WORK TO COMPLETE: From the records below, please return each line that holds the word "whether".

INPUT DATA:
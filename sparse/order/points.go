package order

import (
	"context"
	"fmt"
	"io"
	"math"
	"slices"
	"strconv"
	"strings"

	"pairloom/sparse/chain"
	"pairloom/sparse/source"
	"pairloom/sparse/source/npy"
	"pairloom/sparse/source/table"
)

// bytesEdge is what an edge takes while a flag complex is prepared.
const bytesEdge = 64

// rows is a dense array of numbers, one point or one line of a matrix a row.
type rows struct {
	path string
	n, d int
	at   []float64 // n × d
}

func (r *rows) row(i int) []float64 { return r.at[i*r.d : (i+1)*r.d] }

// Points reads points (one a line of text, or .npy of shape N × d or N) and publishes
// their flag complex in dir, which exists: edges by Euclidean distance up to
// spec.MaxScale, or up to the enclosing radius, beyond which the diagram does not
// change. Degrees: K, default 1; simplices up to degree K+1 are made. Errors:
// *source.InputError, *source.TooBig. Time: O(N²·d) and what the complex takes, or,
// with a scale, the pairs whose first coordinates are within it.
func Points(ctx context.Context, spec source.Spec, dir string, threads int, p source.Progress) (*chain.Complex, error) {
	p.Stage("read")
	pts, err := readRows(ctx, spec.Inputs[0], p)
	if err != nil {
		return nil, err
	}
	c := &chain.Complex{Kind: string(source.Points), KeepZero: spec.KeepZeroPairs}
	scale, err := scaleOf(ctx, spec, c, pts.n, threads, func(i int, most float64) (float64, error) {
		far := 0.0
		for j := range pts.n {
			if far = max(far, distance(pts.row(i), pts.row(j))); far > most {
				break
			}
		}
		return far, nil
	})
	if err != nil {
		return nil, err
	}
	edges, err := pts.edges(ctx, spec, scale)
	if err != nil {
		return nil, err
	}
	return newFlag(spec.Inputs[0], uint32(pts.n), edges).complex(ctx, spec, c, dir, threads, p)
}

// distance is the Euclidean distance of two points.
func distance(a, b []float64) float64 {
	sum := 0.0
	for i, x := range a {
		sum += (x - b[i]) * (x - b[i])
	}
	return math.Sqrt(sum)
}

// edges lists the pairs within scale: points are walked along their first coordinate,
// so that pairs further apart in it alone are never looked at.
func (r *rows) edges(ctx context.Context, spec source.Spec, scale float64) ([]edge, error) {
	order := make([]int, r.n)
	for i := range order {
		order[i] = i
	}
	slices.SortFunc(order, func(a, b int) int {
		if r.row(a)[0] != r.row(b)[0] {
			if r.row(a)[0] < r.row(b)[0] {
				return -1
			}
			return 1
		}
		return a - b
	})
	var edges []edge
	for i, a := range order {
		if i%64 == 0 && ctx.Err() != nil {
			return nil, context.Cause(ctx)
		}
		for _, b := range order[i+1:] {
			if r.row(b)[0]-r.row(a)[0] > scale {
				break
			}
			if d := distance(r.row(a), r.row(b)); d <= scale {
				edges = append(edges, edge{uint32(min(a, b)), uint32(max(a, b)), d})
			}
		}
		if err := edgesFit(spec, len(edges)); err != nil {
			return nil, err
		}
	}
	return edges, nil
}

func edgesFit(spec source.Spec, n int) error {
	if need := uint64(n) * bytesEdge; spec.MemoryBytes > 0 && need > spec.MemoryBytes {
		return &source.TooBig{Why: fmt.Sprintf("%s: more than %d edges, %d MiB, and --memory allows %d MiB; use a smaller --max-scale", spec.Inputs[0], n, need>>20, spec.MemoryBytes>>20)}
	}
	return nil
}

// scaleOf returns the longest edge to keep: spec.MaxScale, or the enclosing radius,
// the least over all vertices of the distance to the farthest other one. far(i, most)
// returns that distance for vertex i, or anything above most once it exceeds it.
func scaleOf(ctx context.Context, spec source.Spec, c *chain.Complex, n, threads int, far func(i int, most float64) (float64, error)) (float64, error) {
	if spec.MaxScale != nil {
		return *spec.MaxScale, nil
	}
	radius := math.Inf(1)
	for i := range n {
		if i%64 == 0 && ctx.Err() != nil {
			return 0, context.Cause(ctx)
		}
		r, err := far(i, radius)
		if err != nil {
			return 0, err
		}
		radius = min(radius, r)
	}
	c.Notes = append(c.Notes, chain.Note{What: "cut at the enclosing radius " + strconv.FormatFloat(radius, 'g', -1, 64) + ", beyond which nothing changes; points", Count: uint64(n)})
	return radius, nil
}

// readRows reads a table of finite numbers with equally many in each line, or an array
// of one or two axes.
func readRows(ctx context.Context, path string, p source.Progress) (*rows, error) {
	if strings.HasSuffix(path, ".npy") {
		return readArrayRows(path)
	}
	in, err := table.Open(path)
	if err != nil {
		return nil, err
	}
	defer in.Close()
	r := &rows{path: path}
	for in.Next() {
		if r.n%4096 == 0 {
			p.Advance(in.BytesRead(), in.Size())
			if ctx.Err() != nil {
				return nil, context.Cause(ctx)
			}
		}
		if r.n == 0 {
			r.d = len(in.Fields())
		}
		if len(in.Fields()) != r.d {
			return nil, source.Broken(path, in.Line(), "%d numbers; %d were expected, as in the lines before", len(in.Fields()), r.d)
		}
		if r.at, err = numbers(path, in, r.at); err != nil {
			return nil, err
		}
		r.n++
	}
	if in.Err() == nil && r.n == 0 {
		return nil, source.Broken(path, 0, "no data in it; one line of numbers for each point was expected")
	}
	return r, in.Err()
}

// numbers appends the finite numbers of a line.
func numbers(path string, in *table.Reader, to []float64) ([]float64, error) {
	for i, f := range in.Fields() {
		v, ok := table.ParseFloat(f)
		if !ok || math.IsNaN(v) || math.IsInf(v, 0) {
			return nil, source.Broken(path, in.Line(), "column %d: %q; a finite number was expected", i+1, f)
		}
		to = append(to, source.Clean(v))
	}
	return to, nil
}

func readArrayRows(path string) (*rows, error) {
	in, err := npy.Open(path)
	if err != nil {
		return nil, err
	}
	defer in.Close()
	h := in.Header()
	r := &rows{path: path, d: 1}
	switch len(h.Shape) {
	case 1:
		r.n = h.Shape[0]
	case 2:
		r.n, r.d = h.Shape[0], h.Shape[1]
	default:
		return nil, source.Broken(path, 0, "%d axes; an array of shape N × d was expected", len(h.Shape))
	}
	flat := make([]float64, in.Len())
	for at := 0; at < len(flat); {
		n, err := in.Read(flat[at:])
		at += n
		if err != nil && (err != io.EOF || at < len(flat)) {
			return nil, err
		}
	}
	r.at = flat
	if h.Fortran && len(h.Shape) == 2 {
		r.at = make([]float64, len(flat))
		for i, v := range flat {
			r.at[i%r.n*r.d+i/r.n] = v
		}
	}
	for i, v := range r.at {
		if math.IsNaN(v) || math.IsInf(v, 0) {
			return nil, source.Broken(path, 0, "entry [%d, %d] is %v; finite numbers were expected", i/r.d, i%r.d, v)
		}
	}
	if r.n == 0 || r.d == 0 {
		return nil, source.Broken(path, 0, "no data in it; an array of shape N × d was expected")
	}
	return r, nil
}
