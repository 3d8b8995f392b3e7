package order

import (
	"context"
	"fmt"
	"math"
	"sync/atomic"

	"pairloom/sparse/source"
	"pairloom/sparse/source/table"
)

const (
	verticesMost = 64 // largest simplex that is read
	facetsMost   = 25 // largest facet that is closed in all degrees
)

// simplexReader reads lines of vertices, with a value first (lists) or without
// (facets), into one table a degree.
type simplexReader struct {
	spec   source.Spec
	lists  bool
	widest int // simplices of more vertices are counted, not kept
	tables []*degreeTable
	left   uint64 // simplices not kept
	dim    int    // highest degree seen
	parts  []*simplexPart
	read   atomic.Uint64
	size   uint64
	held   atomic.Uint64 // bytes of the tables
}

// simplexPart is what one goroutine reads.
type simplexPart struct {
	*simplexReader
	in     *table.Reader
	tables []*degreeTable
	n      int    // lines read
	left   uint64 // simplices not kept
	dim    int
	vertex [verticesMost]uint32
	first  float64 // value of the first line
	varied bool    // values differ
	whole  bool    // all values are whole and below the first vertex
}

// run reads the file in parts, one a thread; what it finds does not depend on their
// number.
func (r *simplexReader) run(ctx context.Context, threads int, p source.Progress) error {
	inputs, err := table.OpenParts(r.spec.Inputs[0], threads)
	if err != nil {
		return err
	}
	for _, in := range inputs {
		defer in.Close()
		r.size += in.Size()
		r.parts = append(r.parts, &simplexPart{simplexReader: r, in: in, whole: true, dim: -1})
	}
	err = parallel(len(r.parts), threads, func(i int) error { return r.parts[i].run(ctx, p) })
	if err == nil {
		err = r.judge()
	}
	if err != nil {
		for _, part := range r.parts {
			part.free()
		}
		return err
	}
	r.join()
	return nil
}

func (r *simplexPart) free() {
	for _, d := range r.tables {
		d.free()
	}
}

func (r *simplexPart) run(ctx context.Context, p source.Progress) error {
	last := uint64(0)
	for r.in.Next() {
		if r.n++; r.n%(1<<15) == 0 {
			p.Advance(r.read.Add(r.in.BytesRead()-last), r.size)
			last = r.in.BytesRead()
			if ctx.Err() != nil {
				return context.Cause(ctx)
			}
			if err := r.fits(); err != nil {
				return err
			}
		}
		if err := r.line(r.in.Fields()); err != nil {
			return err
		}
	}
	p.Advance(r.read.Add(r.in.BytesRead()-last), r.size)
	return r.in.Err()
}

// fits compares what was read so far with the budget.
func (r *simplexPart) fits() error {
	held := r.held.Load() // of this and the other parts, as of their last call
	if r.spec.MemoryBytes > 0 && held > r.spec.MemoryBytes {
		return &source.TooBig{Why: fmt.Sprintf("%s: the simplices read so far take %d MiB and --memory allows %d MiB; lower --degrees or raise --memory", r.spec.Inputs[0], held>>20, r.spec.MemoryBytes>>20)}
	}
	return nil
}

// judge looks at all lines together.
func (r *simplexReader) judge() error {
	n, varied, whole := 0, false, true
	for _, part := range r.parts {
		n += part.n
		whole = whole && part.whole
		varied = varied || part.varied || part.n > 0 && part.first != r.parts[0].first
		r.dim, r.left = max(r.dim, part.dim), r.left+part.left
	}
	switch {
	case n == 0:
		return source.Broken(r.spec.Inputs[0], 0, "no simplex in it; one a line was expected")
	case r.lists && varied && whole && !r.spec.ValueFirst:
		return source.Broken(r.spec.Inputs[0], 0, "these look like vertex lists; use --as facets, or --value-first to insist")
	}
	return nil
}

// join appends the tables of the parts, one degree after the other.
func (r *simplexReader) join() {
	r.tables = r.parts[0].tables
	for _, part := range r.parts[1:] {
		for k, d := range part.tables {
			if k == len(r.tables) {
				r.tables = append(r.tables, &degreeTable{k: k})
			}
			to := r.tables[k]
			to.room(d.len(), r.lists)
			to.verts = append(to.verts, d.verts...)
			to.values = append(to.values, d.values...)
			d.free()
		}
	}
}

func (r *simplexPart) broken(format string, args ...any) error {
	return source.Broken(r.spec.Inputs[0], r.in.Line(), format, args...)
}

// line takes one simplex.
func (r *simplexPart) line(f [][]byte) error {
	value := 0.0
	if r.lists {
		v, ok := table.ParseFloat(f[0])
		switch {
		case !ok || math.IsNaN(v) || math.IsInf(v, 0):
			return r.broken("value %q; a finite number was expected first, then the vertices", f[0])
		case len(f) < 2:
			return r.broken("a value without vertices; value,v0,v1,… was expected (lists of vertices alone: --as facets)")
		}
		value, f = source.Clean(v), f[1:]
	}
	if err := r.lengthFits(len(f)); err != nil {
		return err
	}
	s := r.vertex[:len(f)]
	for i, b := range f {
		v, ok := table.ParseUint32(b)
		if !ok {
			return r.broken("vertex %q; a whole number from 0 to 4294967294 was expected", b)
		}
		s[i] = v
	}
	if r.lists {
		r.look(value, s[0])
	}
	sortSmall(s)
	for i := 1; i < len(s); i++ {
		if s[i-1] == s[i] {
			return r.broken("vertex %d is repeated; the vertices of a simplex differ", s[i])
		}
	}
	r.keep(s, value)
	return nil
}

func (r *simplexPart) lengthFits(n int) error {
	switch {
	case n > verticesMost:
		return r.broken("%d vertices; at most %d make a simplex", n, verticesMost)
	case n > facetsMost && r.closing() && r.spec.Degrees < 0:
		return r.broken("%d vertices; all faces are made of simplices of up to %d, larger ones need --degrees", n, facetsMost)
	}
	return nil
}

// closing says whether faces are added.
func (r *simplexReader) closing() bool { return !r.lists || r.spec.Close }

// look gathers whether the values could be vertices.
func (r *simplexPart) look(value float64, next uint32) {
	if r.n == 1 {
		r.first = value
	}
	r.varied = r.varied || value != r.first
	r.whole = r.whole && value == math.Trunc(value) && value >= 0 && value < float64(next)
}

func (r *simplexPart) keep(s []uint32, value float64) {
	r.dim = max(r.dim, len(s)-1)
	if len(s) > r.widest {
		r.left++
		return
	}
	for len(r.tables) < len(s) {
		r.tables = append(r.tables, &degreeTable{k: len(r.tables)})
	}
	d := r.tables[len(s)-1]
	if len(d.verts)+len(s) > cap(d.verts) {
		r.held.Add(uint64(max(d.len(), 1<<10)) * uint64(4*len(s)+8))
	}
	d.add(s, value, r.lists)
}
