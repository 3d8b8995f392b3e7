package order

import (
	"context"
	"fmt"
	"math"

	"pairloom/sparse/chain"
	"pairloom/sparse/source"
)

// Simplices reads lines value,v0,v1,… from the one input of spec and publishes the
// filtered complex in dir, which exists. Order within a degree: (value, vertices
// ascending). Vertices are any numbers below 2^32−1, at most 64 a simplex; simplices
// above degree K+1 are left out and counted. Errors: *source.InputError for a broken
// file, a missing face (unless spec.Close, which adds it at the least value of its
// cofaces), a duplicate, a face above its coface; *source.TooBig over budget.
//
// Time: O(entries · log of a vertex's simplices); sorting is by radix. Memory: about
// 8(k+1) + 40 bytes a k-simplex, pages of the written files included.
func Simplices(ctx context.Context, spec source.Spec, dir string, threads int, p source.Progress) (*chain.Complex, error) {
	p.Stage("read")
	r := &simplexReader{spec: spec, lists: true, widest: verticesMost}
	if spec.Degrees >= 0 && !spec.Close {
		r.widest = min(spec.Degrees+2, verticesMost)
	}
	if err := r.run(ctx, threads, p); err != nil {
		return nil, err
	}
	s := newSimplicial(spec, source.Simplices, r)
	defer s.free()
	if err := s.prepare(ctx, spec, r, threads); err != nil {
		return nil, err
	}
	if err := s.build(ctx, dir, threads, p); err != nil {
		return nil, err
	}
	return s.complex, nil
}

// newSimplicial takes over the tables that were read.
func newSimplicial(spec source.Spec, kind source.Kind, r *simplexReader) *simplicial {
	c := &chain.Complex{Kind: string(kind), Naming: chain.BySimplex, KeepZero: spec.KeepZeroPairs, Degrees: r.dim}
	if spec.Degrees >= 0 && spec.Degrees < r.dim {
		c.Degrees, c.Truncated = spec.Degrees, true
	}
	s := &simplicial{path: spec.Inputs[0], tables: r.tables, complex: c}
	for k := len(s.tables); k <= s.top(); k++ {
		s.tables = append(s.tables, &degreeTable{k: k})
	}
	return s
}

// top is the highest degree that is published.
func (s *simplicial) top() int {
	if s.complex.Truncated {
		return s.complex.Degrees + 1
	}
	return s.complex.Degrees
}

func (s *simplicial) note(count uint64, format string, args ...any) {
	if count > 0 {
		s.complex.Notes = append(s.complex.Notes, chain.Note{What: fmt.Sprintf(format, args...), Count: count})
	}
}

// prepare numbers the vertices, sorts every degree and closes or refuses what is open.
func (s *simplicial) prepare(ctx context.Context, spec source.Spec, r *simplexReader, threads int) error {
	top := s.top()
	if spec.Close {
		if err := closureFits(spec, s.tables, top); err != nil {
			return err
		}
	} else if err := s.fits(spec, top); err != nil {
		return err
	}
	s.labels = labelsOf(s.tables)
	densify(s.tables, s.labels)
	if spec.Close {
		done, err := s.close(ctx, spec, func(d *degreeTable, first uint32, given, _ int) error {
			if given > 1 {
				return s.duplicate(d.simplex(int(first)))
			}
			return nil
		})
		s.note(done.added, "missing faces added")
		s.note(done.left, "simplices above degree %d left out", top)
		return err
	}
	s.note(r.left, "simplices above degree %d left out", top)
	return parallel(len(s.tables), threads, func(k int) error {
		if ctx.Err() != nil {
			return context.Cause(ctx)
		}
		d := s.tables[k]
		return sortTable(d, len(s.labels), d.len(), func(first uint32, _, _ int) error { return s.duplicate(d.simplex(int(first))) })
	})
}

// fits refuses what is over budget, and simplices that have no faces at all where the
// complex is cut: those above are not kept, so their faces are not looked for.
func (s *simplicial) fits(spec source.Spec, top int) error {
	if s.tables[top].len() == 0 {
		return source.Broken(s.path, 0, "no simplex of degree %d, which those of higher degree have as faces; add them, or let --close add missing faces", top)
	}
	return budget(spec, s.tables)
}

// bytesListed estimates the memory for a simplex of degree k of a list: vertices,
// value, rank; then sorting items and either a sorted copy or written pages.
func bytesListed(k int) uint64 { return uint64(8*(k+1) + 40) }

func budget(spec source.Spec, tables []*degreeTable) error {
	need, counts := uint64(0), make([]int, len(tables))
	for k, d := range tables {
		counts[k] = d.len()
		need += uint64(d.len()) * bytesListed(d.k)
		if uint64(d.len()) >= math.MaxUint32 {
			return &source.TooBig{Why: fmt.Sprintf("%s: %d simplices of degree %d; at most 2^32-2 fit", spec.Inputs[0], d.len(), d.k)}
		}
	}
	if spec.MemoryBytes > 0 && need > spec.MemoryBytes {
		return &source.TooBig{Why: fmt.Sprintf("%s: %v simplices by degree need about %d MiB and --memory allows %d MiB; lower --degrees or raise --memory",
			spec.Inputs[0], counts, need>>20, spec.MemoryBytes>>20)}
	}
	return nil
}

SOLVED PROBLEM:
// closing says whether faces are added.
// look gathers whether the values could be vertices.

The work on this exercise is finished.